The effectiveness of our method relies on two conditions: the separation of timescales between enzyme expression and enzyme catalysis, and the ability of the LNA to approximate the mixture components accurately. The first condition is satisfied by the vast majority of enzymes because their kinetics operate in regimes that are orders of magnitude faster than gene expression (Chubukov et al., 2014). However, the timescale separation can fail if the metabolic substrate S, typically a carbon source, cannot be assumed to be constant, a suitable assumption in the typical case of abundant nutrient sources with low fluctuations. Our theory would need to be extended in cases when nutrient sources become another source of variability, e.g., under fluctuations dictated by the environment (Dattani and Barahona, 2017). The second condition breaks down when the LNA fails to provide good estimates of the mixture components (Thomas and Grima, 2015; Andreychenko et al., 2017). As explained in section 2, here we have deliberately chosen to employ the LNA because it provides a simple and rapid method to compute the mixture components, P(P|E), for a broad range of metabolic pathways.

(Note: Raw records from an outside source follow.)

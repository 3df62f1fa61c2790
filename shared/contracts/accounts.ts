import { z } from 'zod';
import { ROLES } from '../model/people';
import { idSchema, lineSchema } from './common';

/** Long enough to resist guessing (NIST SP 800-63B asks for at least 8); the upper limit keeps hashing cheap for the server. */
export const PASSWORD_MIN = 10;
export const PASSWORD_MAX = 200;

export const emailSchema = z
  .string()
  .trim()
  .toLowerCase()
  .pipe(z.email().max(254));

export const signInSchema = z.strictObject({ email: emailSchema, password: z.string().min(1).max(PASSWORD_MAX) });
export type SignIn = z.infer<typeof signInSchema>;

export const signUpSchema = z.strictObject({
  email: emailSchema,
  password: z.string().min(PASSWORD_MIN).max(PASSWORD_MAX),
  name: lineSchema(120),
  studioName: lineSchema(120),
});
export type SignUp = z.infer<typeof signUpSchema>;

export const trimSettingsSchema = z.strictObject({
  tolerance: z.int().nonnegative().max(2_000),
  finestMark: z.int().positive().max(2_000),
});

export const studioSchema = z.object({
  id: idSchema,
  name: z.string(),
  role: z.enum(ROLES),
  unit: z.enum(['in', 'mm']),
  trim: trimSettingsSchema,
});
export type Studio = z.infer<typeof studioSchema>;

export const updateStudioSchema = z.strictObject({
  name: lineSchema(120).optional(),
  unit: z.enum(['in', 'mm']).optional(),
  trim: trimSettingsSchema.optional(),
});

/** Who is signed in, with the studios that they belong to. */
export const sessionSchema = z.object({
  user: z.object({ id: idSchema, name: z.string(), email: z.string() }),
  studios: z.array(studioSchema),
  mode: z.enum(['demo', 'production']),
});
export type Session = z.infer<typeof sessionSchema>;

export const memberSchema = z.object({ userId: idSchema, name: z.string(), role: z.enum(ROLES) });
export type Member = z.infer<typeof memberSchema>;

export const memberListSchema = z.object({ members: z.array(memberSchema) });

/** What anyone may know of the server. The demo's accounts exist, and are told, in demo mode only. */
export const healthSchema = z.object({
  status: z.literal('ok'),
  mode: z.enum(['demo', 'production']),
  demoAccounts: z.array(z.object({ role: z.enum(ROLES), email: z.string(), password: z.string() })).optional(),
});
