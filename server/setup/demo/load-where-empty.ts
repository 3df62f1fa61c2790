import type { AppDeps } from '../../app-deps';
import { UserEntity } from '../../entities/user-entity';
import { markWhile } from './half-loaded';

/** Loads the demo into a database that has nobody in it yet. */
export async function loadDemoWhereEmpty(deps: AppDeps, onProgress: (line: string) => void): Promise<void> {
  if ((await deps.dataSource.manager.count(UserEntity)) > 0) return;
  onProgress('Loading the demo …');
  // Read only when it is needed: it brings the picture tools along.
  const { loadDemo } = await import('./load-demo');
  await markWhile(deps.config.dataDir, () => loadDemo(deps));
}
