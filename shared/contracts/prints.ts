import { z } from 'zod';
import type { Print } from '../model/print';
import { dateSchema, hexSchema, idSchema, lineSchema, pageQuerySchema, positionSchema, revisionSchema, sizeSchema, turnsSchema } from './common';

export const MAX_UPLOAD_BYTES = 50 * 1024 * 1024;
export const MAX_PIXELS = 100_000_000;
export const MAX_FILES_AT_ONCE = 200;
export const TITLE_MAX = 120;

const pxSchema = z.int().min(-200_000).max(200_000);
const pxSizeSchema = z.int().positive().max(200_000);

export const pxRectSchema = z.strictObject({ x: pxSchema, y: pxSchema, width: pxSizeSchema, height: pxSizeSchema });

export const marksSchema = z.strictObject({
  noUp: z.boolean(),
  oneOfAKind: z.boolean(),
  borrowedUntil: dateSchema.nullable(),
  instantFilm: z.boolean(),
  digital: z.boolean(),
});

export const detailSchema = z.strictObject({ id: idSchema, name: lineSchema(TITLE_MAX), rect: pxRectSchema });
export const faceSchema = z.strictObject({ rect: pxRectSchema, facing: z.enum(['left', 'right', 'ahead']).optional() });
export const horizonSchema = z.strictObject({ x1: pxSchema, y1: pxSchema, x2: pxSchema, y2: pxSchema });

export const swatchSchema = z.object({
  hex: hexSchema,
  oklch: z.tuple([z.number(), z.number(), z.number()]),
  share: z.number().positive().max(1),
  role: z.enum(['vibrant', 'muted', 'dark-vibrant', 'dark-muted', 'light-vibrant', 'light-muted', 'area']),
});

export const rasterSchema = z.object({ width: z.int().positive(), height: z.int().positive(), data: z.string() });

/** What a person can set on a print; a key that is left out stays as it is. */
export const updatePrintSchema = z.strictObject({
  /** The revision last seen; an older one than the server's is a 409. */
  baseRevision: revisionSchema,
  title: lineSchema(TITLE_MAX).optional(),
  pileId: idSchema.nullable().optional(),
  position: positionSchema.optional(),
  paperWidth: sizeSchema.optional(),
  paperHeight: sizeSchema.optional(),
  turns: turnsSchema.optional(),
  copies: z.int().min(1).max(99).optional(),
  marks: marksSchema.partial().optional(),
  paperRect: pxRectSchema.optional(),
  keepZone: pxRectSchema.nullable().optional(),
  details: z.array(detailSchema).max(12).optional(),
  faces: z.array(faceSchema).max(60).optional(),
  horizon: horizonSchema.nullable().optional(),
  /** True puts the print in the bin, false takes it out; refused while a spread uses it. */
  binned: z.boolean().optional(),
});
export type UpdatePrint = z.infer<typeof updatePrintSchema>;

export const printSchema = z.object({
  id: idSchema,
  studioId: idSchema,
  pileId: idSchema.nullable(),
  position: z.int(),
  title: z.string(),
  paperWidth: z.int(),
  paperHeight: z.int(),
  turns: turnsSchema,
  copies: z.int(),
  marks: marksSchema,
  imageWidth: z.int(),
  imageHeight: z.int(),
  paperRect: pxRectSchema,
  keepZone: pxRectSchema.nullable(),
  details: z.array(detailSchema),
  faces: z.array(faceSchema),
  horizon: horizonSchema.nullable(),
  palette: z.array(swatchSchema),
  raster: rasterSchema,
  revision: revisionSchema,
}) satisfies z.ZodType<Print, unknown>;

/** Answer to an upload: the print, and whether the studio already had this very file. */
export const uploadedPrintSchema = z.object({ print: printSchema, known: z.boolean() });
export type UploadedPrint = z.infer<typeof uploadedPrintSchema>;

export const printListSchema = z.object({ prints: z.array(printSchema), nextCursor: z.string().nullable() });

export const pileSchema = z.object({
  id: idSchema,
  studioId: idSchema,
  name: z.string(),
  position: z.int(),
  sharedWithContributors: z.boolean(),
});
export type Pile = z.infer<typeof pileSchema>;

/** `pileId` and `binned` choose; prints in the bin are listed on their own. */
export const printQuerySchema = pageQuerySchema.extend({ pileId: idSchema.optional(), binned: z.stringbool().default(false) });

export const pileListSchema = z.object({ piles: z.array(pileSchema) });

export const createPileSchema = z.strictObject({ id: idSchema, name: lineSchema(80) });
export const updatePileSchema = z.strictObject({
  name: lineSchema(80).optional(),
  position: positionSchema.optional(),
  sharedWithContributors: z.boolean().optional(),
});

/** Sizes in which the server serves pictures: longest side in px. */
export const PICTURE_SIZES = { small: 320, medium: 800, large: 1600 } as const;
export type PictureSize = keyof typeof PICTURE_SIZES;
export const pictureParamsSchema = z.strictObject({ printId: idSchema, size: z.enum(['small', 'medium', 'large']) });

/** The address of a print's picture, upright as the EXIF says (the print's own `turns` are not applied). */
export const pictureUrl = (printId: string, size: PictureSize): string => `/api/pictures/${printId}/${size}`;
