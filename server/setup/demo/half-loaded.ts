import { existsSync, rmSync, writeFileSync } from 'node:fs';
import { join } from 'node:path';
import { createDataSource } from '../../data-source';

/** Lies in the data folder while the demo is being loaded: one found at a start tells of a load that was cut short. */
const markerIn = (dataDir: string): string => join(dataDir, 'demo-half-loaded');

/** Runs a load of the demo; if it ends half-way, the next start knows. */
export async function markWhile(dataDir: string, load: () => Promise<unknown>): Promise<void> {
  writeFileSync(markerIn(dataDir), '');
  await load();
  rmSync(markerIn(dataDir));
}

/**
 * Empties a private database whose demo was cut short, so that it is loaded anew. Nobody has worked in it: the
 * product says that it is ready only after the demo.
 */
export async function clearHalfLoadedDemo(dataDir: string, migrationUrl: string): Promise<void> {
  if (!existsSync(markerIn(dataDir))) return;
  const dataSource = await createDataSource(migrationUrl).initialize();
  try {
    await dataSource.dropDatabase();
  } finally {
    await dataSource.destroy();
  }
  rmSync(markerIn(dataDir));
}
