"""Cells of a region by the rule for places: score and rank of up to millions, simulation on some of them.

Words and draws for every cell would be read by nobody and cost a thousand times the ranking. So the cells get
score and rank alone; `cells_along_rank` picks cells from first to last, which `rank_places` can then simulate on
the scale of the whole region (`CellRanking.criteria`).
"""

from __future__ import annotations

from collections.abc import Sequence
from dataclasses import dataclass

import numpy as np
from numpy.typing import NDArray

from stillfield.decisions.ranking_score import (
    TIE_TOLERANCE,
    Columns,
    Criterion,
    Floats,
    ScaleUsed,
    Screen,
    check_criteria,
    fixed_criteria,
    scales_used,
    shared_ranks,
    weighted_scores,
)
from stillfield.errors import PlacesError


@dataclass(frozen=True)
class CellRanking:
    """Cells ranked.

    Attributes
    ----------
    score : ndarray (cell,)
        0..1; NaN where the cell is left out or nothing is known of it.
    rank : ndarray (cell,)
        From 1; 0 where there is no score.
    first_share : ndarray (cell,)
        Share of the ranked cells that come no later than the cell and those it ties with; NaN without a score. [1]
    scales : tuple of ScaleUsed
        How each criterion was brought to 0..1.
    left_out : tuple of (str, int)
        The words of each screen and how many cells fail it.
    """

    score: Floats
    rank: NDArray[np.int64]
    first_share: Floats
    scales: tuple[ScaleUsed, ...]
    left_out: tuple[tuple[str, int], ...]

    @property
    def criteria(self) -> tuple[Criterion, ...]:
        """The criteria with the ends found in the region as stated limits."""
        return fixed_criteria(self.scales)


def rank_cells(
    columns: Columns,
    criteria: Sequence[Criterion],
    *,
    screens: Sequence[Screen] = (),
    valid: NDArray[np.bool_] | None = None,
    tie_tolerance: float = TIE_TOLERANCE,
) -> CellRanking:
    """Score and rank the cells of a region.

    Parameters
    ----------
    columns : mapping of str to ndarray (cell,)
        One number per cell, NaN where it is not known.
    criteria : sequence of Criterion
        As for places.
    screens : sequence of Screen
        Hard limits; a cell that fails one has no score.
    valid : ndarray of bool (cell,), optional
        Cells to rank, such as land with weather; all without it.
    tie_tolerance : float
        Score difference up to which neighbours share a rank.

    Returns
    -------
    CellRanking
        In the order of the cells; another order gives the same numbers in that order.

    Raises
    ------
    PlacesError
        If weights, columns or screens cannot be used.

    Examples
    --------
    >>> ranked = rank_cells({"litres": np.array([3.0, np.nan, 5.0])}, [Criterion("yield", "litres")])
    >>> ranked.rank.tolist(), ranked.score.tolist()
    ([2, 0, 1], [0.0, nan, 1.0])
    """
    check_criteria(criteria, columns)
    cells = len(columns[criteria[0].column])
    kept = np.ones(cells, dtype=bool) if valid is None else valid.copy()
    left_out = []
    for screen in screens:
        if screen.column not in columns:
            raise PlacesError("a screen reads a column that is not there", where=screen.words, got=screen.column)
        failed = screen.fails(columns[screen.column])
        left_out.append((screen.words, int((failed & (kept if valid is None else valid)).sum())))
        kept &= ~failed
    where = np.flatnonzero(kept)
    inside = {criterion.column: columns[criterion.column][where] for criterion in criteria}
    score, weight = weighted_scores(inside, criteria, np.array([criterion.weight for criterion in criteria]))
    known = (weight > 0) | ~np.any(weight > 0)
    where, score = where[known], score[known]
    ranks = shared_ranks(score, tie_tolerance)
    of_all, rank, share = np.full(cells, np.nan), np.zeros(cells, dtype=np.int64), np.full(cells, np.nan)
    of_all[where], rank[where] = score, ranks.rank
    share[where] = (ranks.rank - 1 + ranks.shared_by) / max(len(where), 1)
    return CellRanking(of_all, rank, share, scales_used(inside, criteria), tuple(left_out))


def cells_along_rank(ranking: CellRanking, tie_break: Sequence[Floats], count: int) -> NDArray[np.int64]:
    """Pick cells evenly from the first to the last rank.

    Parameters
    ----------
    ranking : CellRanking
        Ranked cells.
    tie_break : sequence of ndarray (cell,)
        What orders cells of one rank, such as latitude and longitude, so that the pick does not depend on the
        order of the cells.
    count : int
        How many; all ranked cells where there are no more.

    Returns
    -------
    ndarray of int
        Positions of cells, first to last.
    """
    order = np.lexsort([*reversed(tie_break), ranking.rank])
    order = order[ranking.rank[order] > 0]
    if len(order) <= count:
        return np.asarray(order, dtype=np.int64)
    picked = np.round(np.linspace(0, len(order) - 1, count)).astype(np.int64)
    return np.asarray(order[picked], dtype=np.int64)
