@dataclass(frozen=True)
class Modification:
    """A change to a still: what it does to the litres, and what it costs per square metre of basin.

    Attributes
    ----------
    name : str
        What it is.
    yield_factor, low, high : float
        Litres with over litres without, and the interval in which that lies; best from a trial. [1]
    monthly_factors : tuple of 12 float or None
        Factor of each month, January first, where it differs over the year; its interval is as wide, in proportion,
        as that of `yield_factor`. [1]
    extra_capital_per_m2 : float
        [money m-2]
    life_years : float
        [a]
    salvage_share : float
        Share of the extra capital that comes back at the end. [1]
    maintenance_per_m2_year : float
        Upkeep beyond the still's maintenance share, which holds for the extra capital as well. [money m-2 a-1]
    electricity_wh_m2_day : float
        On a working day. [W h m-2 d-1]
    electricity_price_per_kwh : float or None
        Price where it comes from a grid. [money kWh-1]
    panel : PanelSupply or None
        Panel where it does not.

    Raises
    ------
    StillfieldError
        When a number is impossible, or electricity comes from nowhere or from both.
    """

    name: str
    yield_factor: float
    low: float
    high: float
    monthly_factors: tuple[float, ...] | None = None
    extra_capital_per_m2: float = 0.0
    life_years: float = 10.0
    salvage_share: float = 0.0
    maintenance_per_m2_year: float = 0.0
    electricity_wh_m2_day: float = 0.0
    electricity_price_per_kwh: float | None = None
    panel: PanelSupply | None = None

    def __post_init__(self) -> None:
        """Refuse impossible numbers."""
        require(0.0 < self.low <= self.yield_factor <= self.high < np.inf, f"yield factor of '{self.name}'",
              f"{self.low:g}, {self.yield_factor:g}, {self.high:g}", "0 < low <= yield_factor <= high")
        months = self.monthly_factors
        require(months is None or (len(months) == len(MONTH_DAYS) and min(months) > 0.0),
              f"monthly factors of '{self.name}'", months, "12 numbers above 0")
        for name in ("extra_capital_per_m2", "maintenance_per_m2_year", "electricity_wh_m2_day"):
            require(0.0 <= getattr(self, name) < np.inf, f"{name} of '{self.name}'", getattr(self, name), "0 or more")
        require(self.life_years > 0.0, f"life of '{self.name}'", self.life_years, "above 0")
        require(0.0 <= self.salvage_share <= 1.0, f"salvage share of '{self.name}'", self.salvage_share, "0 to 1")
        supplies = (self.electricity_price_per_kwh is not None) + (self.panel is not None)
        require(supplies == 1 or (supplies == 0 and self.electricity_wh_m2_day == 0.0),
              f"electricity of '{self.name}'", f"{supplies} supplies", "a price per kWh or a panel")


@dataclass(frozen=True)
class Comparison:
    """Litres and cost per litre with and without a change.

    Shapes: (12, ...) by month, (...) by year; what follows the places' shape is `...`. All per square metre of basin;
    litres are those of working days only.

    Attributes
    ----------
    name : str
        The change.
    monthly_factor, annual_factor : Band
        Litres with over litres without. [1]
    monthly_litres_without, annual_litres_without : ndarray
        [L m-2]
    monthly_litres_with, annual_litres_with : Band
        From the interval of the factor alone. [L m-2]
    annual_cost_without, annual_cost_with : Band
        [money m-2 a-1]
    monthly_cost_per_litre_without, annual_cost_per_litre_without : ndarray
        The cost of a month is its share of the days of the year. [money L-1]
    monthly_cost_per_litre_with, annual_cost_per_litre_with : Band
        At central cost, over the interval of the factor. [money L-1]
    break_even_factor : Band
        Factor from which on the change pays: cost of a year with over without. [1]
    monthly_verdict, annual_verdict : ndarray of str
        'pays', 'does not pay' or 'cannot tell' in cost per litre.
    break_even_extra_capital : Band
        Extra capital at which the litre costs the same with and without, over the interval of the factor; negative
        where the change would not even pay as a gift. [money m-2]
    panel_wp : ndarray or None
        Size of the panel. [Wp m-2]
    """

    name: str
    monthly_factor: Band
    annual_factor: Band
    monthly_litres_without: Array
    annual_litres_without: Array
    monthly_litres_with: Band
    annual_litres_with: Band
    annual_cost_without: Band
    annual_cost_with: Band
    monthly_cost_per_litre_without: Array
    annual_cost_per_litre_without: Array
    monthly_cost_per_litre_with: Band
    annual_cost_per_litre_with: Band
    break_even_factor: Band
    monthly_verdict: NDArray[np.str_]
    annual_verdict: NDArray[np.str_]
    break_even_extra_capital: Band
    panel_wp: Array | None = None


@dataclass(frozen=True)
class _Change:
    """What both kinds of change come down to: costs of a year and the capital that moves them."""

    without: Band
    with_change: Band
    break_even_factor: Band
    #: Cost of a year that no capital moves [money m-2 a-1], cost of a year per capital [a-1], capital without.
    fixed: Array
    per_capital: float
    capital_without: float


def compare_modification(
    cost: StillCost,
    modification: Modification,
    monthly_litres: ArrayLike,
    irradiation_mj_m2: ArrayLike | None = None,
) -> Comparison:
    """Compare a still with and without a modification.

    Parameters
    ----------
    cost : StillCost
        Of the still without it.
    modification : Modification
        What is changed.
    monthly_litres : ndarray, (12, ...)
        Litres of each month without it, every day worked. [L m-2 month-1]
    irradiation_mj_m2 : ndarray, (12, ...), optional
        Irradiation of the mean day of each month; needed for a panel. [MJ m-2 d-1]

    Returns
    -------
    Comparison

    Raises
    ------
    StillfieldError
        When a panel should be sized without irradiation, or the months do not stand first.

    Examples
    --------
    >>> from stillfield.decisions.cost import Part
    >>> still = StillCost((Part("still", 100.0, 10.0),), interest=0.0)
    >>> mirror = Modification("mirror", 1.25, 1.15, 1.35, extra_capital_per_m2=10.0, life_years=10.0)
    >>> found = compare_modification(still, mirror, [80.0] * 12)
    >>> str(found.annual_verdict), float(found.break_even_factor.central)
    ('pays', 1.1)
    >>> round(float(found.break_even_extra_capital.central), 6)
    25.0
    """
    litres = _months_first(monthly_litres)
    central = np.ones(len(MONTH_DAYS)) * modification.yield_factor
    if modification.monthly_factors is not None:
        central = np.array(modification.monthly_factors)
    spread = (modification.low / modification.yield_factor, 1.0, modification.high / modification.yield_factor)
    factor = Band(*(np.broadcast_to((central * share).reshape(-1, *[1] * (litres.ndim - 1)), litres.shape)
                    for share in spread))  # fmt: skip
    wp = _panel_of(modification, irradiation_mj_m2)
    litres = litres * cost.availability
    months = Band(litres * factor.low, litres * factor.central, litres * factor.high)
    return _compared(modification.name, litres, factor, months, _modified(cost, modification, wp), panel_wp=wp)


def compare_stills(
    cost: StillCost,
    other_cost: StillCost,
    monthly_litres: ArrayLike,
    other_monthly_litres: ArrayLike,
    *,
    name: str = "other still",
    ratio_uncertainty: float = USUAL_RATIO_UNCERTAINTY,
) -> Comparison:
    """Compare a still with another one: of dearer material, deeper, with another cover.

    The factor is the ratio of their modelled litres, give or take `ratio_uncertainty`. Prices common to both move
    together in life but not here, so an interval of prices makes the answer more cautious than it need be.

    Parameters
    ----------
    cost, other_cost : StillCost
        Of the still and of the other, in the same money.
    monthly_litres, other_monthly_litres : ndarray, (12, ...)
        Litres of each month, every day worked. [L m-2 month-1]
    name : str
        What the other is called.
    ratio_uncertainty : float
        Half-width of the ratio, 0 to below 1. [1]

    Returns
    -------
    Comparison
        Without: the still; with: the other.

    Raises
    ------
    StillfieldError
        When the currencies differ (nothing is converted) or the shapes do.

    Examples
    --------
    >>> from stillfield.decisions.cost import Part
    >>> film = StillCost((Part("film", 20.0, 2.0),), interest=0.0)
    >>> glass = StillCost((Part("glass", 60.0, 20.0),), interest=0.0)
    >>> found = compare_stills(film, glass, [60.0] * 12, [80.0] * 12, name="glass")
    >>> str(found.annual_verdict), round(float(found.break_even_factor.central), 3)
    ('pays', 0.3)
    """
    if cost.currency != other_cost.currency:
        raise StillfieldError("costs in two currencies cannot be compared", got=f"{cost.currency}, "
                              f"{other_cost.currency}", cure="State both in the same money.")  # fmt: skip
    require(0.0 <= ratio_uncertainty < 1.0, "uncertainty of a ratio", ratio_uncertainty, "0 to below 1")
    litres, others = _months_first(monthly_litres), _months_first(other_monthly_litres)
    require(litres.shape == others.shape, "shape of the litres", f"{litres.shape}, {others.shape}", "the same")
    litres, others = litres * cost.availability, others * other_cost.availability
    months = Band(*(others * (1.0 + sign * ratio_uncertainty) for sign in (-1.0, 0.0, 1.0)))
    factor = Band(*(_ratio(month, litres) for month in (months.low, months.central, months.high)))
    return _compared(name, litres, factor, months, _replaced(cost, other_cost))
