def _over_years(shares: Floats, by_year: Floats) -> Floats:
    """Product of matrices without threads, whose number could change the last digit and slows such small ones."""
    return np.asarray(np.einsum("dy,yp->dp", shares, by_year, optimize=False))


def _ratio(end: Floats, mean: Floats) -> Floats:
    """Factor of an end of the band; 1 where there is nothing to compare."""
    usable = (mean > 0) & ~np.isnan(end)
    return np.where(usable, np.where(usable, end, 1.0) / np.where(usable, mean, 1.0), 1.0)


def _within_band(position: Floats, low: Floats, high: Floats) -> Floats:
    """Factor on the central value: straight from the low end to 1 in the middle and on to the high end."""
    below = low + (1.0 - low) * np.minimum(position * 2.0, 1.0)
    return np.asarray(below + (high - 1.0) * np.maximum(position * 2.0 - 1.0, 0.0))


def inversely(central: Floats, yields: YieldDraws) -> Floats:
    """Draw a figure that is inversely proportional to the yield, such as the cost per litre.

    Parameters
    ----------
    central : ndarray (place,)
        The figure at the central yield, in any unit.
    yields : YieldDraws
        Central and drawn yields of the same places.

    Returns
    -------
    ndarray (draw, place)
        ``central * yields.central / yields.drawn``; infinite where a draw yields nothing.
    """
    none = yields.drawn <= 0
    # A place that never yields has an infinite cost already, which times its yield of 0 would be nothing known.
    product = np.where(yields.central > 0, central, 0.0) * yields.central
    return np.where(none, np.inf, product / np.where(none, 1.0, yields.drawn))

Yet in cases where its assumptions do not hold, e.g., low abundance of metabolites, the LNA step in our method can be replaced by more accurate approximations. Such alternative methods include, for example, the conditional system size expansion including terms beyond the LNA, maximum entropy reconstructions using the method of conditional moments, or the finite state projection algorithm (Andreychenko et al., 2017; Gupta et al., 2017a), all of which can be readily incorporated into our mixture model strategy. These methods rely on different assumptions and their approximation quality will vary depending on the specific model parameters; in some cases, estimates for their approximation errors can be obtained with suitable methods, as discussed in a recent review on this topic (Kuntz et al., 2020).

Although our method can account for a large class of metabolic models and post-translational regulation mechanisms, there are a number of promising extensions that would broaden its utility in light of recent experimental advances. First, here we have only considered stationary distributions of metabolites, and a number of experiments have revealed cases in which metabolic heterogeneity emerges during dynamic nutrient shifts (Kotte et al., 2014; van Heerden et al., 2014; Nikolic et al., 2017). Extensions of our method to time-dependent metabolite distributions require the computation of the time-dependent solution of the CME for the enzyme expression model (Shahrezaei and Swain, 2008; Cao and Grima, 2018). As long as the dynamics of gene expression is slow enough to preserve the time scale separation, the computation of the mixture components with the LNA or other methods remains unchanged.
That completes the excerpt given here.